When c0 (consumer instance 0) calls utils.go#dividePartitionsBetweenConsumers(), the leaders are like:
- p0 on b0
- p1 on b1
- p2 on b2
- p3 on b0
After sort(by leader then by partition id), partitions is like
[
{p0 b0 xxxx} // {partition leader address}
{p3 b0 xxxx}
{p1 b1 xxxx}
{p2 b2 xxxx}
]
So c0 gets its myPartitions (to claim) like p0, p3.
Then p0 somehow change its leader to b2. The leaders are like:
- p0 on b2
- p1 on b1
- p2 on b2
- p3 on b0
And another consumer instance c1 calls utils.go#dividePartitionsBetweenConsumers().
After sort(by leader then by partition id), partitions is like
[
{p3 b0 xxxx}
{p1 b1 xxxx}
{p0 b2 xxxx}
{p2 b2 xxxx}
]
c1 gets its myPartitions (to claim) like p0, p2.
As a result, we have a condition that c0 tries to claim p0 and p3 while c1 tries to claim p0 and p2.
- c0 and c1 both fight for p0 and c0 wins (as it tries to claim it firstly).
- But no one tries to claim p1.
In utils.go, we sort the partitionLeader by leader firstly.

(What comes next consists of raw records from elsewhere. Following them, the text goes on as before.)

# Copyright 2026 pref_learner contributors
# SPDX-License-Identifier: Apache-2.0
"""From a joint-state stream to clean, resampled demonstrations.

A :class:`Recorder` takes samples one at a time as a ``joint_states`` topic
delivers them (``feed(stamp_ns, names, positions, receive_ns)``: any joint
order, extra joints, duplicates, out-of-order or wrong stamps, gaps, NaN) and
segments them into demonstrations by one of three modes:

``manual``  :meth:`Recorder.start` / :meth:`Recorder.stop` calls (services);
``signal``  a boolean teaching signal, :meth:`Recorder.set_teaching`;
``motion``  automatic: a windowed joint speed above ``speed_start`` starts a
            segment, below ``speed_stop`` for ``dwell`` seconds ends it
            (hysteresis); the onset and end are then refined by extrapolating
            the speed profile to zero, assuming a motion that starts and ends
            with zero velocity and acceleration (speed ~ (t - t0)^2 near the
            ends, as in minimum-jerk motion).

Each finished segment becomes a :class:`Demonstration` or a
:class:`Rejection` with a reason; nothing is dropped silently. While idle the
recorder keeps only a short pre-roll ring, so memory is bounded however long
the stream runs.

Sample ordering (:class:`StampConfig`). With a receive time (the node's clock
when the message arrived, or a bag's log time) every sample is judged against
the stream's consensus, not against one earlier stamp: its offset
``stamp - receive`` may exceed the largest offset of the samples accepted in
the last ``window`` seconds by at most ``tolerance`` (transport latency only
ever lowers the offset), and its stamp must follow the last *accepted* one.
Refused samples are counted (``stamp_ahead``, ``out_of_order``) and kept
aside in a few candidate tracks of mutually consistent samples (a track that
pauses for ``quiet`` seconds starts again). A track of at least ``confirm``
samples becomes the new timeline, and its samples are then used, so nothing of
the new timeline is lost:

- a track that began after the timeline's last sample (a bag played again,
  a driver restarted with another clock) once the timeline has been silent
  for ``quiet`` seconds;
- a rival, a track that ran alongside the timeline (a machine with a wrong
  clock), only once the timeline has been silent for ``rival_quiet``
  seconds: a stream that pauses (a starved publisher, a driver's hiccup) has
  not stopped;
- at once, a stream that comes back: a track at the offset the timeline had
  while healthy, after samples stamped further behind continued it in the
  stream's absence, or at the offset of the timeline left at the last
  change, when it is stamped nearer the receive clock than the current one.

The first timeline also needs ``confirm`` consistent samples, so no single
sample sets a reference: at the start (or after the receive clock went back)
the recorder watches for ``quiet`` seconds and then follows the confirmed
track stamped closest to its receive clock. Without receive times
(simulations feeding a learner directly) stamps are trusted and only their
order is checked.
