# name -> (description, range or None, read_only)
_PARAMS = {
    'urdf': ('URDF text (as robot_description) or a file path; empty: robot_description_topic '
             'if set, else the shipped bench arm', None, True),
    'robot_description_topic': ('when urdf is empty, read the URDF from this latched '
                                'std_msgs/String topic (e.g. /robot_description); empty: off',
                                None, True),
    'robot_description_timeout': ('longest wait for robot_description_topic at start-up, s',
                                  (0.1, 3600.0), True),
    'joint_names': ('chain joints in order; empty: root to tool_frame', None, True),
    'tool_frame': ('frame the features read by default', None, True),
    'features': ('feature-set YAML path; empty: shipped bench scenario', None, True),
    'model': ('choice model: boltzmann, less or both', None, True),
    'beta': ('rationality (inverse temperature) when not inferred', (1e-3, 1e3), True),
    'beta_min': ('lower end of the inferred beta range, log-uniform prior (both 0: beta fixed)',
                 (0.0, 1e3), True),
    'beta_max': ('upper end of the inferred beta range (both 0: beta fixed)', (0.0, 1e4), True),
    'n_particles': ('particles of the posterior', (1, 200000), True),
    'n_alternatives': ('alternatives per demonstration', (1, 20000), True),
    'mix_smooth': ('share of smooth random alternatives', (0.0, 1.0), True),
    'mix_near_optimal': ('share of near-optimal alternatives (their own option level)',
                         (0.0, 1.0), True),
    'mix_perturb': ('share of noisy copies of the demonstration (biased: opt-in)', (0.0, 1.0),
                    True),
    'mix_planner': ('share of alternatives optimised under random weights (slow)', (0.0, 1.0),
                    True),
    'planner_jobs': ('processes for planner alternatives (1: in the node process)', (1, 64),
                     True),
    'choice_jobs': ('processes that finish each demonstration\'s choice set (retiming, '
                    'kinematics, features): the worker thread and choice_jobs - 1 helpers',
                    (1, 64), True),
    'clamp': ('clamp configurations outside the joint limits instead of refusing them', None,
              True),
    'spreads': ('option-spread levels, fractions of each joint range (inferred among them)',
                None, True),
    'ascent_steps': ('reward-ascent steps of a near-optimal alternative', (0, 200), True),
    'ascent_step': ('largest waypoint move per ascent step, x the spread', (1e-3, 10.0), True),
    'option_density': ('evidence of an option level: modes (lowest sine modes of the path\'s '
                       'deviation from the straight line, under the level\'s own law), '
                       'deviation (its RMS), or gaussian or kde (of the features)', None, True),
    'pool_levels': ('every option level\'s draws serve every level, weighted by multiple '
                    'importance sampling (smooth alternatives, option_density modes)', None,
                    True),
    'provisional_ess': ('while tempering, publish an importance-weighted estimate first as '
                        'soon as its ESS is at least this (0: never)', (0.0, 1e6), True),
    'n_waypoints': ('waypoints per trajectory', (4, 1000), True),
    'resample': ('demonstration resampling: time or arc_length', None, True),
    'lowpass_hz': ('low-pass cutoff before resampling (0: off)', (0.0, 500.0), True),
    'smooth': ('weight of the shared endpoint-preserving smoother', (0.0, 1.0), True),
    'bandwidth': ('LESS kernel bandwidth: scott, silverman or a number', None, True),
    'segmentation': ('manual (services), signal (~/teaching) or motion', None, False),
    'speed_start': ('motion segmentation: start speed, rad/s', (1e-4, 10.0), False),
    'speed_stop': ('motion segmentation: stop speed, rad/s', (1e-4, 10.0), False),
    'dwell': ('motion segmentation: quiet time that ends a demonstration, s', (0.01, 10.0),
              False),
    'min_duration': ('shortest accepted demonstration, s', (0.01, 60.0), False),
    'min_motion': ('smallest accepted joint excursion, rad', (0.0, 10.0), False),
    'max_gap': ('largest accepted gap between samples, s', (0.001, 10.0), False),
    'state_dir': ('state directory (demonstrations, posterior); empty: none', None, True),
    'seed': ('seed of every random draw', (0, 2**31 - 1), True),
    'calibration_seed': ('seed of the feature-scale calibration', (0, 2**31 - 1), True),
    'record_bag': ('write inputs and estimates into this new bag (MCAP); empty: off', None,
                   True),
    'publish_period': ('republish estimates and diagnostics every this many s', (0.05, 60.0),
                       True),
    'max_stamp_skew': ('reject samples stamped further than this from now, s (0: off)',
                       (0.0, 1e9), False),
}
_RUNTIME = {k for k, v in _PARAMS.items() if not v[2]}
#: user-supplied candidate tasks kept at most (the oldest goes first)
MAX_USER_TASKS = 32


@dataclass(frozen=True)
class StatusSnapshot:
    """What ``~/status`` says, as plain immutable values (built by the worker thread).

    ``models``: per model, the status name and its key/value pairs, in order.
    """

    level: bytes
    message: str
    models: Tuple[Tuple[str, Tuple[Tuple[str, str], ...]], ...]
    storage_error: str


def _helpers_state(helpers) -> str:
    """Say how many choice-set helper processes run, or why they stopped."""
    if helpers is None:
        return 'none'
    if helpers.running:
        return f'{helpers.processes} running'
    return f'stopped: {helpers.error}' if helpers.error else 'stopped'


def _array_msg(data, dims) -> Float64MultiArray:
    m = Float64MultiArray()
    m.layout.dim = [MultiArrayDimension(label=lab, size=int(s), stride=int(st))
                    for lab, s, st in dims]
    m.data = np.asarray(data, dtype=np.float64).ravel().tolist()
    return m
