def _learner_node(path, conns, learner_node: Optional[str]):
    """Return ``(node, nodes)``: the learner node a bag's inputs come from, and all of them.

    The nodes are the namespaces of the bag's :data:`LEARNER_TOPICS` other than
    ``teaching`` (a robot's own teaching signal may end the same way); ``''``
    is a node at the root. ``node`` is ``learner_node`` (full name, slashes
    optional) when the bag has its topics, its teaching signal included;
    None when the bag holds no learner node's topics; the only node when
    none is named. Several, or a named one the bag lacks among others, raise
    :class:`AmbiguousBag`, so two learners' sessions are never mixed.
    """
    nodes = sorted({c.topic.rsplit('/', 1)[0] for c in conns
                    for name, typ in LEARNER_TOPICS.items()
                    if name != 'teaching' and c.msgtype == typ
                    and c.topic.endswith('/' + name)})
    shown = [n or '/' for n in nodes]
    if learner_node:
        node = learner_node.strip('/')
        node = '/' + node if node else ''
        if node in nodes or _own(conns, node, 'teaching'):
            return node, nodes
        if not nodes:
            return None, nodes
        raise AmbiguousBag(f'bag {path} has no learner node {node or "/"} in it '
                           f'(its learner nodes: {shown})')
    if len(nodes) > 1:
        raise AmbiguousBag(f'bag {path} holds the topics of several learner nodes {shown}; '
                           'choose one (learn and report: --learner-node; study: learner_node '
                           'in the study: block)')
    return (nodes[0] if nodes else None), nodes


def _own(conns, node: Optional[str], name: str) -> list:
    """Return the connections of ``node``'s own topic ``name`` (none without a node)."""
    return [c for c in conns if node is not None and c.topic == f'{node}/{name}'
            and c.msgtype == LEARNER_TOPICS[name]]


def read_stream(path, joint_topic: Optional[str] = None,
                teaching_topic: Optional[str] = None,
                learner_node: Optional[str] = None) -> Iterator[StreamEvent]:
    """Yield a bag's learner inputs (:class:`StreamEvent`) in log-time order.

    Without explicit topics, the joint-state topic is the one of type
    ``sensor_msgs/msg/JointState`` (there must be exactly one, unless the bag
    holds a learner node's whole demonstrations or session events only).
    A learner node's own ``session_events`` (std_msgs/String) and
    ``demonstration`` (trajectory_msgs/JointTrajectory) topics come too: of
    ``learner_node`` (its full name, e.g. ``/pref_learner``), or of the only
    learner node in the bag (several are refused, see :func:`_learner_node`).
    The teaching signal is ``teaching_topic``, else that node's
    ``teaching``, else the only ``std_msgs/msg/Bool`` topic whose name ends
    in ``teaching`` (several are refused, naming them).
    """
    from rosbags.rosbag2 import Reader
    path = Path(path)
    if not path.exists():
        raise ValueError(f'bag {path} does not exist')
    ts = typestore()
    try:
        reader = Reader(path)
        reader.open()
    except Exception as exc:
        raise ValueError(f'bag {path} cannot be opened: {exc}') from None
    try:
        conns = reader.connections
        js = [c for c in conns if c.msgtype == 'sensor_msgs/msg/JointState'
              and (joint_topic is None or c.topic == joint_topic)]
        # what a learner node records besides: its session events and whole demonstrations
        node, nodes = _learner_node(path, conns, learner_node)
        ev, tr = _own(conns, node, 'session_events'), _own(conns, node, 'demonstration')
        if not js and (joint_topic or not (ev or tr)):
            raise ValueError(f'bag {path} has no sensor_msgs/JointState topic'
                             + (f' named {joint_topic}' if joint_topic else ''))
        if len({c.topic for c in js}) > 1:
            raise AmbiguousBag(f'bag {path} has several joint-state topics '
                               f'{sorted({c.topic for c in js})}; choose one (learn and '
                               'report: --joint-topic; study: joint_topic in the study: block)')
        bools = [c for c in conns if c.msgtype == 'std_msgs/msg/Bool']
        others = {f'{n}/teaching' for n in nodes if n != node}   # other learners' own
        tc = ([c for c in bools if c.topic == teaching_topic] if teaching_topic else
              _own(conns, node, 'teaching')
              or [c for c in bools if c.topic.endswith('teaching') and c.topic not in others])
        if len({c.topic for c in tc}) > 1:
            raise AmbiguousBag(f'bag {path} has several teaching topics '
                               f'{sorted({c.topic for c in tc})}; choose one (learn and '
                               'report: --teaching-topic; study: teaching_topic in the study: '
                               'block)')
        js_ids, ev_ids = {c.id for c in js}, {c.id for c in ev}
        tc_ids = {c.id for c in tc}
        for conn, log_ns, raw in reader.messages(connections=js + tc + ev + tr):
            msg = ts.deserialize_cdr(raw, conn.msgtype)
            if conn.id in js_ids:
                st = msg.header.stamp
                yield StreamEvent('joint_states', int(log_ns), st.sec * 10**9 + st.nanosec,
                                  tuple(msg.name), np.asarray(msg.position, dtype=np.float64))
            elif conn.id in tc_ids:
                yield StreamEvent('teaching', int(log_ns), value=bool(msg.data))
            elif conn.id in ev_ids:
                yield StreamEvent('event', int(log_ns), text=str(msg.data))
            else:
                pts = msg.points
                yield StreamEvent(
                    'trajectory', int(log_ns), names=tuple(msg.joint_names),
                    positions=[np.asarray(p.positions, dtype=np.float64) for p in pts],
                    times=np.array([p.time_from_start.sec + p.time_from_start.nanosec * 1e-9
                                    for p in pts]))
    finally:
        reader.close()
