/** Payment-service events already handled: the same event twice changes nothing. */
export const paymentEvents = pgTable("payment_events", {
  id: text("id").primaryKey(),
  type: text("type").notNull(),
  receivedAt: timestamp("received_at", { withTimezone: true }).notNull().defaultNow(),
});

/* ───────────── publish package ───────────── */

export const publishPackages = pgTable(
  "publish_packages",
  {
    id: id(),
    episodeId: uuid("episode_id").notNull().references(() => episodes.id, { onDelete: "cascade" }),
    /** The video's title as published. */
    title: text("title").notNull().default(""),
    /** The opening paragraph of the description, written by the team. */
    summary: text("summary").notNull().default(""),
    /** Free text at the end of the description (links, thanks). */
    closing: text("closing").notNull().default(""),
    /** Which generated sections the description carries. */
    sections: jsonb("sections").$type<{ chapters: boolean; credits: boolean; materials: boolean; safety: boolean }>().notNull().default({ chapters: true, credits: true, materials: true, safety: true }),
    thumbnailKey: text("thumbnail_key"),
    thumbnailContentType: text("thumbnail_content_type"),
    /** The team confirms the thumbnail image itself carries the "Ad" label (an image cannot be read here). */
    thumbnailAdLabel: boolean("thumbnail_ad_label").notNull().default(false),
    /** The script as marked final: segment ids and versions, hashed. Any later edit makes it not final. */
    scriptFinalFingerprint: text("script_final_fingerprint"),
    scriptFinalAt: timestamp("script_final_at", { withTimezone: true }),
    scriptFinalBy: uuid("script_final_by").references(() => users.id, { onDelete: "set null" }),
    updatedBy: uuid("updated_by").references(() => users.id, { onDelete: "set null" }),
    updatedAt: updatedAt(),
  },
  (t) => [uniqueIndex("publish_packages_episode_key").on(t.episodeId)],
);

/** An owner moved an episode to published while its checklist failed: who, why, and what was failing. */
export const publishOverrides = pgTable(
  "publish_overrides",
  {
    id: id(),
    episodeId: uuid("episode_id").notNull().references(() => episodes.id, { onDelete: "cascade" }),
    userId: uuid("user_id").references(() => users.id, { onDelete: "set null" }),
    reason: text("reason").notNull(),
    failing: jsonb("failing").$type<string[]>().notNull(),
    createdAt: createdAt(),
  },
  (t) => [index("publish_overrides_episode_idx").on(t.episodeId, t.createdAt)],
);

/* ───────────── live updates ───────────── */

/**
 * What changed, written by triggers in the same transaction as the change and
 * announced with NOTIFY on commit, so every app instance can tell its
 * connected browsers. Kept a day for reconnects (Last-Event-ID).
 */
export const liveEvents = pgTable(
  "live_events",
  {
    id: bigint("id", { mode: "number" }).primaryKey().generatedAlwaysAsIdentity(),
    channelId: uuid("channel_id").notNull(),
    episodeId: uuid("episode_id"),
    /** The table that changed. */
    kind: text("kind").notNull(),
    op: text("op").notNull(),
    /** Ids of the changed rows (at most 100; more says only that many changed). */
    recordIds: text("record_ids").array().notNull(),
    at: timestamp("at", { withTimezone: true }).notNull().defaultNow(),
  },
  (t) => [index("live_events_channel_idx").on(t.channelId, t.id)],
);

/* ───────────── mail and audit ───────────── */

/** Messages received by the local SMTP fake (the dev mailbox). */
export const mailMessages = pgTable(
  "mail_messages",
  {
    id: id(),
    fromAddress: text("from_address").notNull(),
    toAddresses: text("to_addresses").array().notNull(),
    subject: text("subject").notNull().default(""),
    textBody: text("text_body").notNull().default(""),
    htmlBody: text("html_body"),
    /** Set by the app's own headers when it sends: which channel's action sent it, what kind, about which record. */
    channelId: uuid("channel_id"),
    kind: text("kind"),
    refId: uuid("ref_id"),
    /** What was attached: name, type, size, SHA-256 and (when small) the bytes in base64. */
    attachments: jsonb("attachments").$type<{ filename: string; contentType: string; size: number; sha256: string; base64: string | null }[]>().notNull().default(sql`'[]'::jsonb`),
    receivedAt: timestamp("received_at", { withTimezone: true }).notNull().defaultNow(),
  },
  (t) => [index("mail_messages_received_idx").on(t.receivedAt), index("mail_messages_channel_idx").on(t.channelId, t.kind)],
);

/**
 * Storage keys the server issued for a direct upload, with what they are for.
 * A key a client sends back (a tool photo, a failure photo) must match one of
 * these exactly, for the same channel and purpose.
 */
export const pendingUploads = pgTable(
  "pending_uploads",
  {
    key: text("key").primaryKey(),
    channelId: uuid("channel_id")
      .notNull()
      .references(() => channels.id, { onDelete: "cascade" }),
    purpose: text("purpose").$type<"tool_photo" | "failure_photo" | "thumbnail">().notNull(),
    contentType: text("content_type").notNull(),
    sizeBytes: bigint("size_bytes", { mode: "number" }).notNull(),
    createdBy: uuid("created_by").references(() => users.id, { onDelete: "set null" }),
    usedAt: timestamp("used_at", { withTimezone: true }),
    createdAt: createdAt(),
  },
  (t) => [index("pending_uploads_channel_idx").on(t.channelId, t.purpose)],
);
export type PendingUpload = typeof pendingUploads.$inferSelect;

export const auditEntries = pgTable(
  "audit_entries",
  {
    id: bigint("id", { mode: "number" }).primaryKey().generatedAlwaysAsIdentity(),
    channelId: uuid("channel_id").references(() => channels.id, { onDelete: "cascade" }),
    userId: uuid("user_id").references(() => users.id, { onDelete: "set null" }),
    action: text("action").notNull(),
    entity: text("entity").notNull(),
    entityId: text("entity_id"),
    before: jsonb("before"),
    after: jsonb("after"),
    at: timestamp("at", { withTimezone: true }).notNull().defaultNow(),
  },
  (t) => [index("audit_entries_channel_idx").on(t.channelId, t.at)],
);

export type User = typeof users.$inferSelect;
export type Channel = typeof channels.$inferSelect;
export type Membership = typeof memberships.$inferSelect;
export type Invitation = typeof invitations.$inferSelect;
export type Episode = typeof episodes.$inferSelect;
export type NewEpisode = typeof episodes.$inferInsert;
export type BuildStep = typeof buildSteps.$inferSelect;
export type Tool = typeof tools.$inferSelect;
export type MaterialRow = typeof materials.$inferSelect;
export type ScriptSegment = typeof scriptSegments.$inferSelect;
export type Shot = typeof shots.$inferSelect;
export type Clip = typeof clips.$inferSelect;
export type MailMessage = typeof mailMessages.$inferSelect;
export type Gap = typeof gaps.$inferSelect;
export type CoverageRange = typeof coverageRanges.$inferSelect;
export type ShootDay = typeof shootDays.$inferSelect;
export type ShootDayHelper = typeof shootDayHelpers.$inferSelect;
export type ScheduledStep = typeof scheduledSteps.$inferSelect;
export type CallSheetSend = typeof callSheetSends.$inferSelect;
export type Sponsor = typeof sponsors.$inferSelect;
export type Deal = typeof deals.$inferSelect;
export type Deliverable = typeof deliverables.$inferSelect;
export type GuestLink = typeof guestLinks.$inferSelect;
export type PublishPackage = typeof publishPackages.$inferSelect;
export type ShootLogNote = typeof shootLogNotes.$inferSelect;

/**
 * Each episode's revision of what is derived from it, and its board figures
 * (script runtime, open gaps). Triggers make the row with the episode and
 * raise `rev` in the same transaction as any change to the episode's row,
 * segments, coverage ranges, gaps or shots, the presenter's reading rate or
 * the channel's gap thresholds. The stored figures count only while
 * `computed_rev` equals `rev`; the script and shot-list responses are cached
 * under `rev`, the board under the channel's list of (episode, rev). Revisions
 * only ever grow: never delete a row by hand (set `computed_rev` to null to
 * have figures computed again).
 */
export const episodeFigures = pgTable("episode_figures", {
  episodeId: uuid("episode_id")
    .primaryKey()
    .references(() => episodes.id, { onDelete: "cascade" }),
  rev: bigint("rev", { mode: "number" }).notNull().default(1),
  computedRev: bigint("computed_rev", { mode: "number" }),
  scriptSeconds: integer("script_seconds"),
  openGaps: integer("open_gaps"),
});
export type EpisodeFigures = typeof episodeFigures.$inferSelect;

func (pls partitionLeaders) Less(i, j int) bool {
return pls[i].leader < pls[j].leader || (pls[i].leader == pls[j].leader && pls[i].id < pls[j].id)
}
When leader changes between 2 calls of dividePartitionsBetweenConsumers(), the result after sort is changed. I believe the root cause it here.